Äh, das sind ja wohl Koi - und wo sind die Grotten???


----------



## Dodi (27. Sep. 2008)

*AW: meine Grotten*

Hallo Christine,

"Grotten" sind im Koi-Jargon Koi, die nicht so optimal aussehen, kleine Fehlzeichnungen aufweisen oder in kein bestimmtes "Farb-Schema" passen bzw. sich nicht genau bestimmen lassen.

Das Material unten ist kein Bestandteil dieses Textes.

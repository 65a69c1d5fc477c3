"""Nothing nonsensical reaches a verdict, no input gives a traceback, no save or output leaves the
user without their site file (issue 16).

Each reproducer of the issue is a test here: a wrong input exits 2 with a message naming the
file, item and field, never a traceback and never the last-line guard's "internal error". The
ranges are the method notes §9 (the team's plausibility limits, `common practice`); the unit
definitions are NIST SP 811 Appendix B (exact by definition, from memory).
"""

from __future__ import annotations

import json
import math
import os
import signal
import subprocess
import sys
import tomllib
from pathlib import Path

import pytest
from hypothesis import HealthCheck, assume, given, settings
from hypothesis import strategies as st

from bracing import cli, model, scenario, schedule, units
from bracing.model import Site

REPO = Path(__file__).resolve().parents[1]

# A small site: a braced tilt-up panel on a wall line with a helical foot anchor, a masonry
# wall, a rule the site sets, a forecast. Every reproducer changes one line of it.
SITE = """\
version = 1

[site]
name = "Robust yard"
start_date = 2026-03-02
basic_wind_speed = "115 mph"
exposure = "C"

[rules.stand_down_ratio]
value = 0.8
source = "test rule"

[forecast]
file = "forecast.csv"

[materials.tilt]
kind = "concrete"
unit_weight = "150 pcf"

[materials.cmu8]
kind = "masonry"
face_weight = "36 psf"

[brace_types.adjustable]
kind = "rated"
lengths = ["24 ft", "40 ft"]
loads = ["7200 lb", "3400 lb"]
tension_capacity = "3400 lb"

[anchor_types.helix]
kind = "helical"
installation_torque = "4000 ft*lbf"
torque_factor = 10.0

[[lines]]
name = "north"
start = [0, 0]
end = [100, 0]
braced_side = "left"

[[panels]]
mark = "P-1"
material = "tilt"
width = "24 ft"
height = "30 ft"
thickness = "7.25 in"
line = "north"
lift_day = 1
[panels.bracing]
brace_type = "adjustable"
foot_anchor = "helix"
count = 2
insert_height = "20 ft"
angle = "55 deg"

[[panels]]
mark = "M-1"
material = "cmu8"
width = "40 ft"
height = "6 ft"
thickness = "7.625 in"
mortar_age = "2 days"
lift_day = 2
"""
FORECAST = "day,gust_mph,storm\n1,20,no\n2,25,no\n"

PANEL = ["panel", "--height", "30ft", "--width", "24ft", "--thickness", "7.25in",
         "--wind", "115mph"]


@pytest.fixture
def site(tmp_path) -> Path:
    """The site and its forecast in a temporary folder."""
    (tmp_path / "forecast.csv").write_text(FORECAST, encoding="utf-8")
    path = tmp_path / "site.toml"
    path.write_text(SITE, encoding="utf-8")
    return path


def run(capsys, *argv) -> tuple[int, str]:
    """`bracing ARGV` in this process: its exit code and what it wrote to stderr."""
    try:
        code = cli.main([str(a) for a in argv])
    except SystemExit as exc:  # argparse's own refusals
        code = exc.code
    err = capsys.readouterr().err
    return code, err


def refused(code: int, err: str, *words: str) -> None:
    """Exit 2 with a message, not a traceback, not the last-line guard; `words` in it."""
    assert code == 2, err
    assert "Traceback" not in err and "internal error" not in err, err
    for word in words:
        assert word in err, err


def changed(site: Path, old: str, new: str) -> Path:
    text = site.read_text(encoding="utf-8")
    assert text.count(old) == 1, old
    site.write_text(text.replace(old, new), encoding="utf-8")
    return site


def test_the_base_site_is_valid_and_checked(site, capsys):
    code, err = run(capsys, "check", site)
    assert code in (0, 1) and not err


# --- non-finite or wrong-kind values never reach the verdicts -------------------------------------
@pytest.mark.parametrize(("old", "new", "words"), [
    ('[rules.stand_down_ratio]\nvalue = 0.8',
     '[rules.minimum_design_wind_mph]\nvalue = nan', ("minimum_design_wind_mph", "finite")),
    ('[rules.stand_down_ratio]\nvalue = 0.8',
     '[rules.masonry_initial_speed_mph]\nvalue = inf', ("masonry_initial_speed_mph", "finite")),
    ('[rules.stand_down_ratio]\nvalue = 0.8',
     '[rules.masonry_intermediate_speed_mph]\nvalue = nan', ("masonry_intermediate",)),
    ('[rules.stand_down_ratio]\nvalue = 0.8',
     '[rules.minimum_design_wind_mph]\nvalue = 5000', ("minimum_design_wind_mph", "at most 300")),
    ('[rules.stand_down_ratio]\nvalue = 0.8',
     '[rules.stand_down_ratio]\nvalue = "nan"', ("stand_down_ratio",)),
    ('basic_wind_speed = "115 mph"', 'basic_wind_speed = "3 s"', ("basic_wind_speed", "speed")),
    ('height = "30 ft"', 'height = "2 s**2"', ("P-1", "height", "not a length")),
    ('torque_factor = 10.0', 'torque_factor = inf', ("helix", "torque_factor", "finite")),
    ('version = 1', 'version = -1', ("version",)),
    ('lift_day = 1', 'lift_day = 100000000', ("P-1", "lift_day", "3650")),
    ('basic_wind_speed = "115 mph"', 'basic_wind_speed = "2**2000 mph"', ("basic_wind_speed",)),
    ('basic_wind_speed = "115 mph"', 'basic_wind_speed = "9**9**9 mph"', ("basic_wind_speed",)),
    ('basic_wind_speed = "115 mph"', 'basic_wind_speed = "400 mph"', ("basic_wind_speed", "300")),
    ('basic_wind_speed = "115 mph"', 'basic_wind_speed = ' + "1" * 5000, ("too long",)),
    ('basic_wind_speed = "115 mph"', 'basic_wind_speed = ' + "1" * 400, ("basic_wind_speed",)),
    ('basic_wind_speed = "115 mph"', 'basic_wind_speed = ' + "[" * 3000 + "]" * 3000,
     ("nested too deeply",)),
    ('start = [0, 0]', 'start = [inf, 0]', ("line north", "start")),
    ('start = [0, 0]', 'start = [1e308, 0]', ("line north", "start")),
    ('height = "30 ft"', 'height = "1e308 ft"', ("P-1", "height", "plausible range")),
    ('height = "30 ft"', 'height = "250 ft"', ("P-1", "height", "200")),
    ('count = 2', 'count = 51', ("count", "50")),
    ('start_date = 2026-03-02', 'start_date = 9999-12-31', ("start_date",)),
    ('mortar_age = "2 days"', 'mortar_age = "1e6 days"', ("M-1", "mortar_age")),
    # found by the fuzz test below: a zero length in a rated table reached the engine
    ('lengths = ["24 ft", "40 ft"]', 'lengths = [0, "40 ft"]', ("adjustable", "positive")),
])
def test_a_nonsensical_site_value_exits_2_naming_the_field(site, capsys, old, new, words):
    code, err = run(capsys, "check", changed(site, old, new))
    refused(code, err, str(site), *words)


def test_a_byte_order_mark_is_accepted_and_kept_by_a_save(site, capsys):
    site.write_bytes(b"\xef\xbb\xbf" + SITE.encode("utf-8"))
    code, err = run(capsys, "check", site)
    assert code in (0, 1) and not err
    loaded = scenario.load(site)
    loaded.with_value(("panels", 0, "height"), "31 ft").save()
    saved = site.read_bytes()
    assert saved.startswith(b"\xef\xbb\xbf") and saved.count(b"\xef\xbb\xbf") == 1
    assert b'height = "31 ft"' in saved


@pytest.mark.parametrize(("row", "words"), [
    ("1,0.5 s,no", ("forecast.csv:2", "not a speed")),
    ("100000000,20,no", ("forecast.csv:2", "3,650")),
    ("1," + "9" * 300_000 + ",no", ("forecast.csv:2", "CSV")),
    ("1,2**2000 mph,no", ("forecast.csv:2",)),
    ("1,nan,no", ("forecast.csv:2", "finite")),
    ("1,500 mph,no", ("forecast.csv:2", "300")),
    ("2040-01-01,20,no", ("forecast.csv:2", "3,650")),  # day 5,054 of a job from 2026-03-02
    ("1,2 0,no", ("forecast.csv:2",)),  # not 0 mph: two numbers side by side are a slip
])
def test_a_nonsensical_forecast_row_exits_2_naming_the_line(site, capsys, row, words):
    header = "date,gust_mph,storm" if row.startswith("2040") else "day,gust_mph,storm"
    (site.parent / "forecast.csv").write_text(f"{header}\n{row}\n", encoding="utf-8")
    code, err = run(capsys, "check", site)
    refused(code, err, *words)


def test_a_nul_byte_in_the_forecast_is_named(site, capsys):
    (site.parent / "forecast.csv").write_bytes(b"day,gust_mph\n1,2\x000\n")
    refused(*run(capsys, "check", site), "forecast.csv:2")


@pytest.mark.parametrize("which", ["site", "forecast"])
def test_a_pipe_as_the_site_file_or_forecast_is_refused_without_waiting(site, which):
    """A FIFO nobody writes to would block a plain read forever: it is refused as not a regular
    file. Run as a child with a timeout, so a regression fails instead of hanging the suite."""
    target = site if which == "site" else site.parent / "forecast.csv"
    target.unlink()
    os.mkfifo(target)
    done = subprocess.run([sys.executable, "-m", "bracing.cli", "check", str(site)],
                          capture_output=True, text=True, cwd=REPO, timeout=60, check=False)
    refused(done.returncode, done.stderr, "not a regular file")


def test_a_folder_as_the_site_file_is_refused(tmp_path, capsys):
    refused(*run(capsys, "check", tmp_path), "not a regular file")


# --- flags ----------------------------------------------------------------------------------------
@pytest.mark.parametrize(("flags", "words"), [
    (["--wind=1 day"], ("--wind", "not a speed")),
    (["--wind=3 s"], ("--wind", "not a speed")),
    (["--wind=2**2000 mph"], ("--wind",)),
    (["--wind=1e999"], ("--wind", "finite")),
    (["--height=1e308 ft"], ("--height", "plausible range")),
    (["--height=2 s**2"], ("--height", "not a length")),
    (["--braces", "2", "--insert-height", "20ft", "--brace-angle", "55deg", "--brace-capacity="],
     ("--brace-capacity", "empty")),
    (["--kzt=--"], ("--kzt",)),
    (["--kzt="], ("--kzt", "empty")),
    (["--kzt=nan"], ("--kzt", "finite")),
    (["--wind=2 0"], ("--wind",)),
    (["--exposure="], ("--exposure",)),
    (["--braces=99999999999999999999", "--insert-height", "20ft", "--brace-angle", "55deg"],
     ("--braces",)),
    (["--duration=1e9 weeks"], ("--duration",)),
])
def test_a_nonsensical_flag_exits_2_naming_it(capsys, flags, words):
    base = [a for a in PANEL]
    for flag in flags:  # a flag given here replaces the base's
        name = flag.split("=")[0]
        if name in base:
            k = base.index(name)
            del base[k:k + 2]
    refused(*run(capsys, *base, *flags), *words)
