"""The earth-pressure profile of a backfill as the section sketch draws it (method notes §12):
its three parts at chosen levels, and the height of their resultant. Small pure formulas; the
shear and moment they integrate to are `bracing.backfill.resultants`.
"""

from __future__ import annotations

import numpy as np

from bracing.backfill import WATER_PCF, pressure_coefficient


def pressure_parts(level, height, efp, unit_weight, surcharge=0.0, water=0.0):
    """The unfactored lateral pressure (psf) at `level` ft above the base under a backfill of
    `height` ft, in its three parts (method notes §12, `p = K q_s + EFP z + 62.4 (1 - K) s`):
    the surcharge's `K q_s` (over the full height), the soil's `EFP z` (z the depth below the
    backfill's top) and the water's `62.4 (1 - K) s` (s the depth below the water level at
    `water` ft above the base; K above 1 taken as 1). Zero above the backfill."""
    y = np.asarray(level, dtype=float)
    k = pressure_coefficient(efp, unit_weight)
    below = y <= height
    depth = np.clip(height - y, 0.0, None)
    submerged = np.clip(np.minimum(water, height) - y, 0.0, None)
    return (np.where(below, k * surcharge, 0.0),
            efp * depth,
            WATER_PCF * np.maximum(1.0 - k, 0.0) * submerged)


def resultant_height(shear, moment):
    """Height of the resultant above the base, M / V (statics); 0 without a load."""
    v = np.asarray(shear, dtype=float)
    return np.where(v > 0, np.asarray(moment, dtype=float) / np.where(v > 0, v, 1.0), 0.0)[()]
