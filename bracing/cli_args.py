"""The `bracing` command's argument handling: exit codes, bad input, every command's help
ending with the exit codes, values that must be given, and outputs refused before anything is
computed (design.md §8a)."""

from __future__ import annotations

import argparse
import sys

from bracing import scenario

EXIT_FAILS = 1
EXIT_BAD_INPUT = 2
EXIT_CODES = """exit codes (every command):
  0  every wall passes and no finding is a danger
  1  a wall fails a check or a finding is a danger (diff: see `bracing diff --help`;
     verify: a published value is not reproduced)
  2  bad input, or a file that cannot be read or written"""
DIFF_EXIT_CODES = """exit codes:
  0  the new file passes (as `bracing check` would) and no wall got worse as below
  1  the new file fails a check or has a danger finding, or a wall standing in both files
     got worse: its governing utilization rose and is now above 1.0, or its working-limit
     gust fell below the stand-down gust it had in the old file (a crew still reading the old
     stand-down gust would work in wind the revised wall cannot take); a foundation wall
     got worse the same way, or a day's planned fill is now above the height it allows
  2  bad input, or a file that cannot be read"""


class BadInput(Exception):
    """Input that cannot be used; the message names where it came from."""


def internal_error() -> int:
    """Say that the program failed (not the input), with the traceback in a log file in the
    system's temporary folder for the report; exit 2, never a traceback on the screen."""
    import tempfile
    import traceback

    try:
        fd, log = tempfile.mkstemp(prefix="bracing-internal-error-", suffix=".log")
        with open(fd, "w", encoding="utf-8") as handle:
            traceback.print_exc(file=handle)
        where = f"the details are in {log}"
    except OSError as exc:
        where = f"the details could not be written to a log ({exc.strerror})"
    print(f"bracing: internal error, please report it ({where}); no result was given",
          file=sys.stderr)
    return EXIT_BAD_INPUT


def given(convert=str):
    """An argparse type: the flag's value through `convert`, an empty value refused (an empty
    `--brace-capacity=` must never leave a brace unrated)."""
    def read(text: str):
        if not text.strip():
            raise argparse.ArgumentTypeError("empty value: give one (or leave the flag out)")
        return convert(text)
    read.__name__ = getattr(convert, "__name__", "value")  # argparse names it in its messages
    return read


def every_action(parser: argparse.ArgumentParser):
    """The arguments of `parser` and of its commands."""
    for action in parser._actions:
        yield action
        if isinstance(action, argparse._SubParsersAction):
            for command in dict.fromkeys(action.choices.values()):
                yield from every_action(command)


def flags_given(parser: argparse.ArgumentParser, args: argparse.Namespace) -> None:
    """Refuse a flag left without its value: Python 3.11's argparse reads `--kzt=--` as an empty
    list instead of refusing it."""
    for action in every_action(parser):
        if action.nargs is None and isinstance(getattr(args, action.dest, None), list):
            parser.error(f"argument {'/'.join(action.option_strings) or action.dest}: "
                         "expected one value")


def check_output(args: argparse.Namespace) -> None:
    """Refuse `-o` onto the site file, its forecast or a backup of one, a folder, a device or
    pipe, or into a folder that does not exist, before anything is computed."""
    output = getattr(args, "output", None)
    if output is None:
        return
    site = getattr(args, "site", None)
    try:
        scenario.check_output(output, scenario.inputs_of(site) if site else [])
    except OSError as exc:
        raise BadInput(f"-o {output}: {exc.strerror or exc}") from None


class Parser(argparse.ArgumentParser):
    """Every command's help ends with the exit codes (design.md §8a)."""

    def __init__(self, *args, **kwargs):
        kwargs.setdefault("epilog", EXIT_CODES)
        kwargs.setdefault("formatter_class", argparse.RawDescriptionHelpFormatter)
        super().__init__(*args, **kwargs)


def output_options(p: argparse.ArgumentParser) -> None:
    p.add_argument("--json", action="store_true", help="print one JSON object")
    p.add_argument("--units", choices=["us", "si"],
                   help="text output units (default: the site's [site] units, else us); "
                        "--json stays US with its documented keys")
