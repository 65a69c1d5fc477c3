"""Site files: read, validate, report every error at once, and save without losing anything.

A site file is TOML kept by tomlkit, so a save keeps the user's comments and layout, its line
endings and its byte-order mark. Saves are atomic and keep the previous version as `NAME.bak`:
the new text goes to a temporary file beside the target (fsync), the old file is hard-linked
(or copied) to `NAME.bak`, then one `os.replace` puts the new file in place, so the target is
always there, old or new. Only regular files are read or written (a pipe must not hang a run).
"""

from __future__ import annotations

import codecs
import contextlib
import glob
import os
import re
import shutil
import stat
import tomllib
import uuid
from dataclasses import dataclass, replace
from functools import cached_property
from pathlib import Path
from typing import TYPE_CHECKING

import rtoml
from pydantic import ValidationError

from bracing.model import Site, error_message

if TYPE_CHECKING:  # tomlkit is imported where a file is saved or refused, not to read one
    import tomlkit


class SiteFileError(Exception):
    """Every problem found in one site file, each naming the file, line, item and field."""

    def __init__(self, path: str, problems: list[str]):
        self.path = path
        self.problems = problems
        super().__init__("\n".join(problems))


REMOVE = object()  # with_value(keys, REMOVE) takes a key out of the file


@dataclass
class SiteFile:
    """A site file: its text as read or last saved, edits not yet written into it, the plain
    data with those edits, and the validated model.

    Edits are kept apart from the text so that changing one value re-validates the plain data
    only; the style-keeping TOML document (tomlkit, slow on a large file) is parsed when it is
    needed: to save, with the user's comments and layout.
    """

    path: Path
    text: str
    site: Site
    edits: tuple = ()
    data: dict | None = None
    newline: str = "\n"   # the file's line ending, kept by a save ("\r\n" stays)
    bom: bool = False     # the file began with a UTF-8 byte-order mark, kept by a save

    def __post_init__(self):
        if self.data is None:
            self.data = read_toml(self.text)

    @cached_property
    def document(self) -> tomlkit.TOMLDocument:
        """The file as tomlkit reads it (comments and layout kept), without the edits."""
        import tomlkit

        return tomlkit.parse(self.text)

    def with_value(self, keys: tuple, value) -> SiteFile:
        """A copy with one value changed, validated; raises SiteFileError and changes nothing.

        `value` REMOVE takes the key out of the file (an optional value back to its default)."""
        data = dict(self.data)
        node = data
        try:
            for key in keys[:-1]:
                child = node[key]
                child = list(child) if isinstance(child, list) else dict(child)
                node[key] = child
                node = child
        except (KeyError, IndexError, TypeError):
            where = ".".join(str(k) for k in keys[:-1])
            raise SiteFileError(str(self.path), [f"{self.path}: no {where} in the file"]) from None
        if value is REMOVE:
            node.pop(keys[-1], None)
        else:
            node[keys[-1]] = value
        site = validate_data(data, str(self.path), self.text)
        return replace(self, site=site, edits=self.edits + ((tuple(keys), value),), data=data)

    def written(self) -> tomlkit.TOMLDocument:
        """The document with the edits written into it."""
        import tomlkit

        document = tomlkit.parse(self.text) if self.edits else self.document
        for keys, value in self.edits:
            node = document
            for key in keys[:-1]:
                node = node[key]
            if value is REMOVE:
                if keys[-1] in node:
                    del node[keys[-1]]
            else:
                node[keys[-1]] = value
        return document

    def save(self, path: str | Path | None = None) -> Path:
        """Write the file atomically, keeping the previous one as `.bak`; on an error (OSError,
        WriteRefused saying why) nothing is changed, neither the file nor this object."""
        import tomlkit

        target = Path(path) if path else self.path
        text = tomlkit.dumps(self.written())
        atomic_write(target, text, self.newline, self.bom)
        self.path, self.text, self.edits = target, text, ()
        self.__dict__.pop("document", None)
        return target


class WriteRefused(OSError):
    """A path that must not be written (a folder, a device or pipe, an input of the run, a
    missing folder); the message says why."""


# Temporary files of a save are named `.NAME.<random>.bracing-tmp` beside the target; a save
# killed half-way leaves one, and the next save of NAME removes them.
TEMP_SUFFIX = ".bracing-tmp"
LARGEST_FILE = 256 * 1024 * 1024  # bytes: a site or forecast file larger than this is a mistake


def check_target(target: str | Path) -> Path:
    """The real path a write to `target` goes to (a symbolic link is followed, never replaced),
    or WriteRefused: a folder, something not a regular file, or a folder that does not exist
    (none is created)."""
    path = Path(os.path.realpath(target))
    if path.is_dir():
        raise WriteRefused(f"{target} is a folder: give a file name")
    if path.exists() and not path.is_file():
        raise WriteRefused(f"{target} is not a regular file (a device or pipe): give a file name")
    if not path.parent.is_dir():
        raise WriteRefused(f"the folder {path.parent} does not exist: create it first")
    return path


def backup_of(path: Path) -> Path:
    return path.with_name(path.name + ".bak")


def check_output(output: str | Path, inputs: list[Path]) -> Path:
    """The real path of an output file (`check_target`), refused (WriteRefused) when it, or the
    `.bak` its write would make, is one of `inputs` or their `.bak`: an output never replaces
    what the run reads."""
    path = check_target(output)
    guarded = {Path(os.path.realpath(p)) for p in inputs}
    guarded |= {backup_of(p) for p in guarded}
    if path in guarded or backup_of(path) in guarded:
        raise WriteRefused(f"{output} is an input of this run (the site file, its forecast or a "
                           "backup of one): give another file name")
    return path


def inputs_of(site_path: str | Path) -> list[Path]:
    """The site file and the forecast file it names (best effort: an unreadable site file names
    none; its own errors are reported when it is loaded)."""
    site_path = Path(site_path)
    found = [site_path]
    try:
        data = read_toml(_read(site_path, "site file")[0])
        forecast = data.get("forecast", {}).get("file")
    except (SiteFileError, ValueError, RecursionError, AttributeError):
        return found
    if isinstance(forecast, str) and forecast:
        found.append(site_path.parent / forecast)
    return found


def _remove_stale(path: Path) -> None:
    """Remove the temporary files that killed saves of `path` left behind."""
    for stale in path.parent.glob(f".{glob.escape(path.name)}.*{TEMP_SUFFIX}"):
        with contextlib.suppress(OSError):
            stale.unlink()


def _temp_beside(path: Path) -> Path:
    return path.with_name(f".{path.name}.{uuid.uuid4().hex}{TEMP_SUFFIX}")


def atomic_write(target: str | Path, text: str, newline: str = "\n", bom: bool = False) -> Path:
    """Write `text` to `target` (its lines ending in `newline`) so that the target is always a
    complete file, old or new; the old one becomes `target.bak`. Returns the real path written.

    The steps: the new text into a temporary file beside the target, flushed to disk (fsync);
    the old file hard-linked (or copied, where links are not possible) to a second temporary
    name, which replaces `.bak`; then one os.replace of the target. Raises OSError
    (WriteRefused for a path that must not be written); the target is then untouched."""
    path = check_target(target)
    _remove_stale(path)
    data = ((codecs.BOM_UTF8 if bom else b"")
            + text.replace("\r\n", "\n").replace("\n", newline).encode("utf-8"))
    umask = os.umask(0)
    os.umask(umask)
    mode = stat.S_IMODE(path.stat().st_mode) if path.exists() else 0o666 & ~umask
    tmp = _temp_beside(path)
    made: list[Path] = []
    try:
        fd = os.open(tmp, os.O_WRONLY | os.O_CREAT | os.O_EXCL, 0o600)
        made.append(tmp)
        with os.fdopen(fd, "wb") as handle:
            os.fchmod(handle.fileno(), mode)  # the file's own or the usual permissions
            handle.write(data)
            handle.flush()
            os.fsync(handle.fileno())
        if path.exists():
            old = _temp_beside(path)
            try:
                os.link(path, old)
            except OSError:  # no hard links here (some file systems): a copy
                shutil.copy2(path, old)
            made.append(old)
            os.replace(old, backup_of(path))
            with contextlib.suppress(FileNotFoundError):  # a .bak that was already this same
                old.unlink()  # file (a save stopped after its link): rename leaves both names
        os.replace(tmp, path)
        _sync_folder(path.parent)
    except BaseException:
        for leftover in made:
            with contextlib.suppress(OSError):
                leftover.unlink()
        raise
    return path


def _sync_folder(folder: Path) -> None:
    """Flush the folder's entries (the rename) to disk where the system allows it."""
    try:
        fd = os.open(folder, os.O_RDONLY)
    except OSError:
        return
    try:
        os.fsync(fd)
    except OSError:
        pass
    finally:
        os.close(fd)
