"""What the check leaves out for a site: the limits a reviewer must see beside its results.

The engine puts the list on `SiteResult.not_checked`; the views only print it. Each item names
the walls it concerns (none: the whole site) and the method note or clause behind it
(method notes §11).
"""

from __future__ import annotations

from bracing.model import Site
from bracing.results import NotChecked

SEISMIC = NotChecked(
    item="seismic during construction",
    reason="not checked: ASCE 37-14 leaves it out unless the authority having jurisdiction "
           "requires it (unconfirmed reading: confirm in ASCE 37-14 and with that authority); "
           "earthquakes give no warning, so only strength and zones help",
    source="ASCE 37-14; method notes §11")
CORNERS = NotChecked(
    item="connected corners",
    reason="a wall bracing its neighbour through a connected corner is not credited: each wall "
           "is checked on its own braces",
    source="method notes §11")


# (item, reason, source, test): `test` reads a wall's material (a Material), its brace type (a
# BraceType or None) and its bracing's anchor types (AnchorType objects; a missing one: None)
ITEMS = (
    ("framed sill fastenings",
     "no capacity given: the sill's nailing or bolting is the framer's; base uplift, sliding and "
     "kick-out of framed walls are not checked (braces that lift the wall are flagged)",
     "method notes §3, §11", lambda mat, brace, anchors: mat.kind == "framed"),
    ("reinforced masonry as a cantilever",
     "grouted masonry standing on its own is checked as unreinforced (weight and TMS 402-16 "
     "flexural tension only)", "method notes §3, §11",
     lambda mat, brace, anchors: mat.kind == "masonry" and mat.grouting in ("grouted", "solid")),
    ("insert ratings",
     "taken from the file as given (the maker's allowable at the angle used); the panel's "
     "concrete strength at the insert on the lift day is not checked", "method notes §4, §11",
     lambda mat, brace, anchors: any(a is not None and a.kind == "insert" for a in anchors)),
    ("wall insert",
     "no insert type given: the brace's attachment to the wall is not checked",
     "method notes §11", lambda mat, brace, anchors: brace is not None and anchors[0] is None),
    ("foot anchor",
     "no anchor type given: the brace's foot is not checked", "method notes §11",
     lambda mat, brace, anchors: brace is not None and anchors[1] is None),
    ("stake and deck fastening ratings",
     "taken from the file as given (the maker's or engineer's allowable values)",
     "method notes §4, §11",
     lambda mat, brace, anchors: any(a is not None and a.kind in ("stake", "deck")
                                     for a in anchors)),
    ("post-installed slab anchors",
     "the product report's values are not checked: pullout only where the file gives it, no "
     "adhesive bond strength, no minimum slab age",
     "ACI 318-19 §17.6.3, §17.6.5; method notes §11",
     lambda mat, brace, anchors: any(a is not None and a.kind == "slab" and not a.cast_in
                                     for a in anchors)),
    ("deadman tipping",
     "no block length and pin height: its tipping about the toe is not checked",
     "method notes §4",
     lambda mat, brace, anchors: any(a is not None and a.kind == "deadman" and a.length is None
                                     for a in anchors)),
    ("deadman toe bearing",
     "no block size (width and allowable bearing): the soil pressure under it is not checked",
     "method notes §4",
     lambda mat, brace, anchors: any(a is not None and a.kind == "deadman"
                                     and a.allowable_bearing is None for a in anchors)),
    ("helical anchors",
     "capacity by the installation torque the crew reaches (ICC-ES AC358 K_t T); the soil and the "
     "shaft are not checked", "ICC-ES AC358; method notes §11",
     lambda mat, brace, anchors: any(a is not None and a.kind == "helical" for a in anchors)),
    ("brace ratings",
     "rated braces are taken from the maker's table as given, by length only",
     "method notes §11", lambda mat, brace, anchors: brace is not None and brace.kind == "rated"),
    ("brace capacity",
     "unrated brace: its forces are computed, its capacity is not checked",
     "method notes §11",
     lambda mat, brace, anchors: brace is not None and brace.kind == "unrated"),
    ("concrete wall bending",
     "a cracking check only (serviceability: shown, not counted in the status or speeds)",
     "ACI 318-19 Eq. 19.2.3.1; method notes §4",
     lambda mat, brace, anchors: brace is not None and mat.kind == "concrete"),
)


def not_checked(site: Site, columns: dict[str, tuple]) -> list[NotChecked]:
    """The limits of the check for this site (`columns`: its panels' fields,
    model.read_panels), site-wide items first, then by element.

    The items are worked out once per kind of wall (its material and its bracing's hardware),
    then each wall takes its kind's: a site has few kinds and many walls."""
    marks = columns["mark"]
    hardware: list[tuple | None] = [None] * len(marks)
    for row, brace, wall, foot in zip(columns["braced"], columns["brace_type"],
                                      columns["wall_anchor"], columns["foot_anchor"], strict=True):
        hardware[row] = (brace, wall, foot)
    rows_of: dict[tuple, list[int]] = {}
    for row, kind in enumerate(zip(columns["material"], hardware, strict=True)):
        rows_of.setdefault(kind, []).append(row)
    rows: list[list[int]] = [[] for _ in ITEMS]
    for (material, parts), kind_rows in rows_of.items():
        brace = None if parts is None else site.brace_types[parts[0]]
        anchors = (None, None) if parts is None else tuple(
            None if name is None else site.anchor_types[name] for name in parts[1:])
        mat = site.materials[material]
        for i, (*_, test) in enumerate(ITEMS):
            if test(mat, brace, anchors):
                rows[i] += kind_rows
    return [SEISMIC, CORNERS] + [
        NotChecked(item=item, reason=reason, source=source,
                   walls=[marks[r] for r in sorted(item_rows)])
        for (item, reason, source, _), item_rows in zip(ITEMS, rows, strict=True) if item_rows]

Aber Schönheit liegt ja bekannterweise im Sinne des Betrachters. 


@ Elmar:
Sind jedenfalls einige schöne dabei.  
Eigene Nachzucht ist schon manchmal spannend!


----------



## Olli.P (27. Sep. 2008)

*AW: meine Grotten*

Hi Elmar,


ich weiß gar nicht was du hast  


Da sind doch ein paar sehr schöne Fische bei, die ich jedenfalls *"nicht"* abgeben würde. 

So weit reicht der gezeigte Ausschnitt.